Create a cp_blob.py file contains functions related to the copy process

"""Module to manage file transfer to/from Azure Blob Storage."""

import logging
from urllib.parse import urlparse
from azure.identity import ManagedIdentityCredential
from azure.storage.blob import BlobServiceClient


def list_src_blob() -> list[str]:
    """list_src_blob function.
    Lists blobs in the source Azure Blob Storage container.

    Returns:
        list[str]: A list of blob names found in the source container.
    """

    blob_names = []
    storage_account_url = "https://STORAGE_ACCOUNT_NAME.blob.core.windows.net"
    container_name = "source"
    client_id = "REPLACE_WITH_MANAGED_IDENTITY_CLIET_ID_CREATED"
    credential = ManagedIdentityCredential(client_id=client_id)

    # Connect to the Blob Service Client using Managed Identity
    blob_service_client = BlobServiceClient(
        account_url=storage_account_url, credential=credential
    )

    logging.info("Getting container client for %s", container_name)
    container_client = blob_service_client.get_container_client(container_name)
    logging.info("Container client created successfully.%s", container_client)

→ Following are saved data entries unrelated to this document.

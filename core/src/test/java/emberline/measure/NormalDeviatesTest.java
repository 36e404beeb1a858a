package emberline.measure;

import static org.junit.jupiter.api.Assertions.assertArrayEquals;
import static org.junit.jupiter.api.Assertions.assertEquals;
import static org.junit.jupiter.api.Assertions.assertTrue;

import java.util.Arrays;
import java.util.function.DoublePredicate;
import org.apache.commons.math3.stat.correlation.PearsonsCorrelation;
import org.apache.commons.math3.stat.descriptive.moment.Kurtosis;
import org.apache.commons.math3.stat.descriptive.moment.Skewness;
import org.apache.commons.math3.stat.descriptive.moment.StandardDeviation;
import org.apache.commons.statistics.distribution.NormalDistribution;
import org.junit.jupiter.api.Test;

/** Deviates against the normal distribution of Apache Commons Statistics. */
class NormalDeviatesTest {

    private static final int SIZE = 2_000_000;
    private static final NormalDistribution NORMAL = NormalDistribution.of(0, 1);

    private static double[] deviates(long seed, int stream, int size) {
        double[] deviates = new double[size];
        new NormalDeviates(seed, stream).fill(deviates, size);
        return deviates;
    }

    @Test
    void theMomentsAreThoseOfTheNormalDistribution() {
        double[] deviates = deviates(1, 0, SIZE);
        assertEquals(0, Arrays.stream(deviates).average().orElseThrow(), 4 / Math.sqrt(SIZE));
        assertEquals(1, new StandardDeviation().evaluate(deviates), 4 / Math.sqrt(2.0 * SIZE));
        assertEquals(0, new Skewness().evaluate(deviates), 4 * Math.sqrt(6.0 / SIZE));
        assertEquals(0, new Kurtosis().evaluate(deviates), 4 * Math.sqrt(24.0 / SIZE));
    }

    /** Kolmogorov-Smirnov; a distance above 1.95 over the root of n has a chance of 0.1%. */
    @Test
    void theDistributionIsNormal() {
        double[] sorted = deviates(2, 5, SIZE);
        Arrays.sort(sorted);
        double distance = 0;
        for (int k = 0; k < SIZE; k++) {
            double expected = NORMAL.cumulativeProbability(sorted[k]);
            distance = Math.max(distance, Math.abs(expected - (k + 0.5) / SIZE));
        }
        assertTrue(distance < 1.95 / Math.sqrt(SIZE), "distance " + distance);
    }

    /** The tail beyond 3.65 has a method of its own, and every strip an edge. */
    @Test
    void theTailsAreNormal() {
        double[] deviates = deviates(3, 1, SIZE);
        for (double limit : new double[] {3, 3.5, 3.8, 4.2}) {
            double expected = SIZE * NORMAL.survivalProbability(limit);
            assertEquals(expected, count(deviates, d -> d > limit), 4 * Math.sqrt(expected));
            assertEquals(expected, count(deviates, d -> d < -limit), 4 * Math.sqrt(expected));
        }
    }

    private static double count(double[] deviates, DoublePredicate which) {
        return Arrays.stream(deviates).filter(which).count();
    }

    @Test
    void streamsAndNeighboursAreIndependent() {
        int size = 200_000;
        double[] one = deviates(4, 0, size);
        double[] other = deviates(4, 1, size);
        double[] otherSeed = deviates(5, 0, size);
        double allowed = 4 / Math.sqrt(size);
        assertEquals(0, correlation(one, other), allowed);
        assertEquals(0, correlation(one, otherSeed), allowed);
        double[] squares = Arrays.stream(one).map(d -> d * d).toArray();
        for (int lag : new int[] {1, 2, 250}) {
            assertEquals(
                    0,
                    correlation(Arrays.copyOf(one, size - lag), Arrays.copyOfRange(one, lag, size)),
                    allowed);
            assertEquals(
                    0,
                    correlation(
                            Arrays.copyOf(squares, size - lag),
                            Arrays.copyOfRange(squares, lag, size)),
                    allowed);
        }
    }

    private static double correlation(double[] a, double[] b) {
        return new PearsonsCorrelation().correlation(a, b);
    }

    @Test
    void theSequenceDoesNotDependOnHowItIsCut() {
        double[] whole = deviates(6, 2, 301);
        NormalDeviates sequence = new NormalDeviates(6, 2);
        double[] first = new double[100];
        double[] rest = new double[201];
        sequence.fill(first, 100);
        sequence.fill(rest, 201);
        assertArrayEquals(Arrays.copyOf(whole, 100), first);
        assertArrayEquals(Arrays.copyOfRange(whole, 100, 301), rest);
    }
}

    logging.info(" Listing blobs in container: %s", container_name)
    for blob in container_client.list_blobs():
        logging.info("Found blob: %s", blob.name)
        blob_name = blob.name
        blob_name = blob_name.split("/", -1)
        if len(blob_name) > 1:
            blob_names.append(blob_name[-1])
    logging.info("Blob names extracted: %s", blob_names)
    assert blob_names is not None
    return blob_names


def cp_blob(updated_src_paths, updated_dest_paths):
    """cp_blob function.
    Copies blobs from source to destination using Azure Blob Storage URLs.

    This function takes lists of fully-formed source and destination blob URLs
    creates `BlobClient` instances, and initiates asynchronous blob copy 
    operations from source to destination.

    Args:
        updated_src_paths (list[str]): List of complete source blob URLs.
        updated_dest_paths (list[str]): List of complete destination blob URLs.

    Returns:
        None
    """

    client_id = "REPLACE_WITH_MANAGED_IDENTITY_CLIET_ID_CREATED"
    credential = ManagedIdentityCredential(client_id=client_id)
    blob_service_client = BlobServiceClient(
        account_url="https://STORAGE_ACCOUNT_NAME.blob.core.windows.net",
        credential=credential,
    )

    logging.info("Start looping: updated_src_paths and updated_dest_paths")
    for src_path, dest_path in zip(updated_src_paths, updated_dest_paths):
        try:
            logging.info(
                "Source Path: %s, Destination Path: %s.",
                src_path,
                dest_path,
            )

            src_blob_info = urlparse(src_path)
            logging.info("setting src_blob_info: %s", src_blob_info)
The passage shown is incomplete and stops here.